Appendix A: Articles of Incorporation
Articles Of Incorporation for Use By Domestic Nonprofit Corporation
Pursuant to the provisions of Act 162, Public Acts of 1982, the undersigned corporation executes the following Articles:
The name of the corporation is: LOWER BARRIERS
The purpose or purposes for which the corporation is formed are:
The corporation is organized exclusively for charitable, educational, and scientific purposes under section 501(c)(3) of the Internal Revenue Code, or corresponding section of any future federal tax code. The nonprofit corporation’s specific purpose is to provide, and promote the use of, free and open source software in furtherance of modern civic engagement, supporting individuals and civic Corporations to perform good works, and to promote the welfare of the greater community.
The Corporation is formed upon Non Stock basis.
If formed on a nonstock basis, the description and value of its real property assets are none
The description and value of its personal property assets are none
The corporation is to be financed under the following general plan:
The corporation will be financed by contributions, gifts, grants, donations, bequests, devises, benefactors, other voluntary transfers of property, and the income generated therefrom.
The Corporation is formed on a Membership basis.
The street address of the registered office of the corporation and the name of the resident agent at the registered office (P.O. Boxes are not acceptable):
- Agent Name: BRADLEY P CZERNIAK
- Street Address: 1428 MARK AVE, LINCOLN PARK, MI 48146
- Registered Office Mailing Address: 1428 MARK AVE, LINCOLN PARK, MI 48146
The name(s) and address(es) of the incorporator(s) is (are) as follows:
|Name||Residence or Business Address|
|BRADLEY P CZERNIAK||1428 MARK AVE, LINCOLN PARK, MI 48146 USA|
PROHIBITION OF ACTIVITIES NOT IN FURTHERANCE OF TAX-EXEMPT PURPOSES
NO PART OF THE NET EARNINGS OF THE CORPORATION SHALL INURE TO THE BENEFIT OF, OR BE DISTRIBUTABLE TO ITS MEMBERS, TRUSTEES, OFFICERS, OR OTHER PRIVATE PERSONS, EXCEPT THAT THE CORPORATION SHALL BE AUTHORIZED AND EMPOWERED TO PAY REASONABLE COMPENSATION FOR SERVICES RENDERED AND TO MAKE PAYMENTS AND DISTRIBUTIONS IN FURTHERANCE OF THE PURPOSES DESCRIBED IN SECTION 501(C)(3). NO SUBSTANTIAL PART OF THE ACTIVITIES OF THE CORPORATION SHALL BE THE CARRYING ON OF PROPAGANDA, OR OTHERWISE ATTEMPTING TO INFLUENCE LEGISLATION, AND THE CORPORATION SHALL NOT PARTICIPATE IN, OR INTERVENE IN (INCLUDING THE PUBLISHING OR DISTRIBUTION OF STATEMENTS) ANY POLITICAL CAMPAIGN ON BEHALF OF OR IN OPPOSITION TO ANY CANDIDATE FOR PUBLIC OFFICE. NOTWITHSTANDING ANY OTHER PROVISION OF THESE ARTICLES, THE CORPORATION SHALL NOT CARRY ON ANY OTHER ACTIVITIES NOT PERMITTED TO BE CARRIED ON (A) BY A CORPORATION EXEMPT FROM FEDERAL INCOME TAX UNDER SECTION 501(C)(3) OF THE INTERNAL REVENUE CODE, OR THE CORRESPONDING SECTION OF ANY FUTURE FEDERAL TAX CODE, OR (B) BY A CORPORATION, CONTRIBUTIONS TO WHICH ARE DEDUCTIBLE UNDER SECTION 170(C)(2) OF THE INTERNAL REVENUE CODE, OR THE CORRESPONDING SECTION OF ANY FUTURE FEDERAL TAX CODE.

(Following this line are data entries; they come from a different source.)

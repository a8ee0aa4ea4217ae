import { z } from "zod";
import { CLAIM_KINDS, RECOVERY_KINDS, REVIEW_ACTIONS, ROYALTY_KINDS } from "../entities/constants";
import { ROLES } from "../roles";
import { calendarDate } from "../time/calendar-date";

export const claimInputSchema = z
  .object({
    name: z.string().trim().min(1, "Give the claim a name.").max(120, "At most 120 characters."),
    kind: z.enum(CLAIM_KINDS, { error: "Choose placer or lode." }),
    agencyRef: z.string().trim().max(120, "At most 120 characters.").nullable().default(null),
    rules: z.string().max(8000, "At most 8000 characters.").default(""),
    active: z.boolean().default(true),
    /** GeoJSON, checked by readBoundary; or null to clear. */
    boundary: z.unknown().optional(),
    /** Corners as "latitude, longitude" lines, an alternative to `boundary`. */
    corners: z.string().max(20_000).optional(),
    /** Set once the officer has seen which claims the outline overlaps, and means it. */
    acceptOverlap: z.boolean().default(false),
    landowner: z.string().trim().max(200, "At most 200 characters.").nullable().default(null),
    royaltyKind: z.enum(ROYALTY_KINDS, { error: "Choose a share of the value or grams per troy ounce." }).nullable().default(null),
    royaltyRate: z.number({ error: "Give the royalty as a number." }).min(0, "A royalty cannot be negative.").max(100, "At most 100.").nullable().default(null),
  })
  .strict()
  .refine((c) => (c.royaltyKind === null) === (c.royaltyRate === null), {
    message: "Give both the kind of royalty and its rate, or neither.",
    path: ["royaltyRate"],
  })
  .refine((c) => c.royaltyKind !== "grams_per_troy_ounce" || (c.royaltyRate ?? 0) <= 31.1034768, {
    message: "At most 31.1 g per troy ounce (all of it).",
    path: ["royaltyRate"],
  });

/**
 * A claim's gold profile as an officer sets it: each quantity as its range, whose middle is its
 * value (the estimate takes every assumption as spread evenly over its range), and a source.
 */
export const claimProfileInputSchema = z
  .object({
    finenessLow: z.number({ error: "Fineness, lowest: a number of ‰." }).min(1, "Fineness is more than 0 ‰.").max(1000, "Fineness is at most 1000 ‰."),
    finenessHigh: z.number({ error: "Fineness, highest: a number of ‰." }).min(1, "Fineness is more than 0 ‰.").max(1000, "Fineness is at most 1000 ‰."),
    finenessSource: z.string().trim().min(3, "Say where the fineness comes from (an assay, a melt, a preset).").max(300, "At most 300 characters."),
    hostDensityLow: z
      .number({ error: "Host density, lowest: a number of g/cm³." })
      .min(1.5, "Host rock is denser than 1.5 g/cm³.")
      .max(8, "Host rock is at most 8 g/cm³."),
    hostDensityHigh: z
      .number({ error: "Host density, highest: a number of g/cm³." })
      .min(1.5, "Host rock is denser than 1.5 g/cm³.")
      .max(8, "Host rock is at most 8 g/cm³."),
    hostDensitySource: z.string().trim().min(3, "Say where the host density comes from (barren-rock weigh-ins, a preset).").max(300, "At most 300 characters."),
  })
  .strict()
  .refine((p) => p.finenessLow <= p.finenessHigh, { message: "The lowest fineness must not be above the highest.", path: ["finenessLow"] })
  // At most 8 g/cm³ (galena, the densest common gangue, is about 7.6 [memory]): always below
  // silver's 10.49, so the estimate can tell host from alloy at any fineness.
  .refine((p) => p.hostDensityLow <= p.hostDensityHigh, { message: "The lowest host density must not be above the highest.", path: ["hostDensityLow"] });

export const refigureInputSchema = z.object({ season: z.number().int().min(2000).max(2100) }).strict();

export const reviewInputSchema = z
  .object({
    action: z.enum(REVIEW_ACTIONS, { error: "Choose verify, query or note." }),
    note: z.string().trim().max(2000, "At most 2000 characters.").default(""),
  })
  .strict()
  .refine((r) => r.action === "verify" || r.note.length > 0, { message: "Say what the member should look at.", path: ["note"] });

export const priceInputSchema = z
  .object({
    effectiveOn: calendarDate(),
    pricePerTroyOunce: z
      .number({ error: "Enter the price as a number." })
      .positive("The price must be more than 0.")
      .max(1_000_000, "That price is implausible: at most 1 000 000 an ounce."),
    currency: z.string().regex(/^[A-Z]{3}$/, "Use a three-letter currency code, like USD."),
    note: z.string().trim().max(300, "At most 300 characters.").default(""),
    /** Set when the officer has seen the warning about a jump of more than half from the price then in force. */
    confirmJump: z.boolean().default(false),
  })
  .strict();

export const priceChangeSchema = z.discriminatedUnion(
  "action",
  [
    z.object({ action: z.literal("withdraw"), note: z.string().trim().min(3, "Say why the price is withdrawn.").max(300, "At most 300 characters.") }).strict(),
    z.object({ action: z.literal("replace"), price: priceInputSchema }).strict(),
  ],
  { error: "Choose withdraw or replace." },
);

export const clubSettingsSchema = z
  .object({
    name: z.string().trim().min(2, "Give the club's name.").max(120, "At most 120 characters."),
    currency: z.string().regex(/^[A-Z]{3}$/, "Use a three-letter currency code, like USD."),
    timeZone: z.string().refine(isTimeZone, "Choose a time zone from the list (IANA names, like America/Los_Angeles)."),
  })
  .strict();

function isTimeZone(zone: string): boolean {
  try {
    new Intl.DateTimeFormat("en", { timeZone: zone });
    return zone.length <= 64;
  } catch {
    return false;
  }
}

export const invitationInputSchema = z.object({ email: z.email("Enter an e-mail address.").max(254), role: z.enum(ROLES).default("member") }).strict();

export const memberChangeSchema = z
  .object({ role: z.enum(ROLES).optional(), active: z.boolean().optional() })
  .strict()
  .refine((c) => c.role !== undefined || c.active !== undefined, "Change the role or the status.");

/** A melt of a batch of finds or an assay of one, as an officer records it. */
export const recoveryInputSchema = z
  .object({
    kind: z.enum(RECOVERY_KINDS, { error: "Choose melt or assay." }),
    claimId: z.uuid("Choose the claim.").nullable(),
    recordedOn: calendarDate(),
    fineGrams: z.number({ error: "Enter the fine gold in grams." }).positive("Fine gold must be more than 0 g.").max(1_000_000, "At most 1000 kg."),
    fineness: z
      .number({ error: "Enter the fineness in ‰." })
      .min(1, "Fineness is more than 0 ‰.")
      .max(1000, "Fineness is at most 1000 ‰.")
      .nullable()
      .default(null),
    findIds: z.array(z.uuid()).min(1, "Choose the finds that went in.").max(5000, "At most 5000 finds in one melt."),
    note: z.string().trim().max(500, "At most 500 characters.").default(""),
  })
  .strict()
  .refine((r) => r.kind !== "assay" || r.findIds.length === 1, { message: "An assay is of one find.", path: ["findIds"] })
  .refine((r) => r.kind !== "assay" || r.fineness !== null, { message: "Give the assayed fineness.", path: ["fineness"] });
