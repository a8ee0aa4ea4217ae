"use client";
import { BarController, BarElement, CategoryScale, Chart, Legend, LinearScale, Tooltip } from "chart.js";
import { useEffect, useRef } from "react";
import type { MonthlyProduction } from "@/lib/club/production";

Chart.register(BarController, BarElement, CategoryScale, LinearScale, Legend, Tooltip);

// Distinct in daylight and for common colour blindness (blue/orange/teal/purple/brown).
const COLOURS = ["#1f5fa8", "#c0601a", "#1a8073", "#7a3f9a", "#6b4a2b", "#a1265b"];

/** Estimated fine gold per month, stacked by claim. */
export function ProductionChart({ months }: { months: MonthlyProduction[] }) {
  const canvas = useRef<HTMLCanvasElement>(null);
  useEffect(() => {
    if (!canvas.current) return;
    const labels = [...new Set(months.map((m) => m.month))].sort();
    const claims = [...new Set(months.map((m) => m.claimName ?? "Off-claim"))];
    const chart = new Chart(canvas.current, {
      type: "bar",
      data: {
        labels,
        datasets: claims.map((name, i) => ({
          label: name,
          backgroundColor: COLOURS[i % COLOURS.length],
          data: labels.map((month) => months.filter((m) => m.month === month && (m.claimName ?? "Off-claim") === name).reduce((n, m) => n + m.fineGrams, 0)),
        })),
      },
      options: {
        responsive: true,
        maintainAspectRatio: false,
        animation: false,
        scales: { x: { stacked: true }, y: { stacked: true, title: { display: true, text: "grams of fine gold (estimated)" } } },
        plugins: { legend: { position: "bottom" } },
      },
    });
    return () => chart.destroy();
  }, [months]);
  const total = months.reduce((n, m) => n + m.fineGrams, 0);
  return (
    <div className="h-72">
      <canvas ref={canvas} role="img" aria-label={`Estimated fine gold per month by claim, ${total.toFixed(1)} g in all`} />
    </div>
  );
}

UPON THE DISSOLUTION OF THIS CORPORATION, ASSETS SHALL BE DISTRIBUTED FOR ONE OR MORE EXEMPT PURPOSES WITHIN THE MEANING OF SECTION 501(C)(3) OF THE INTERNAL REVENUE CODE, OR CORRESPONDING SECTION OF ANY FUTURE FEDERAL TAX CODE, OR SHALL BE DISTRIBUTED TO THE FEDERAL GOVERNMENT, OR TO A STATE OR LOCAL GOVERNMENT, FOR A PUBLIC PURPOSE.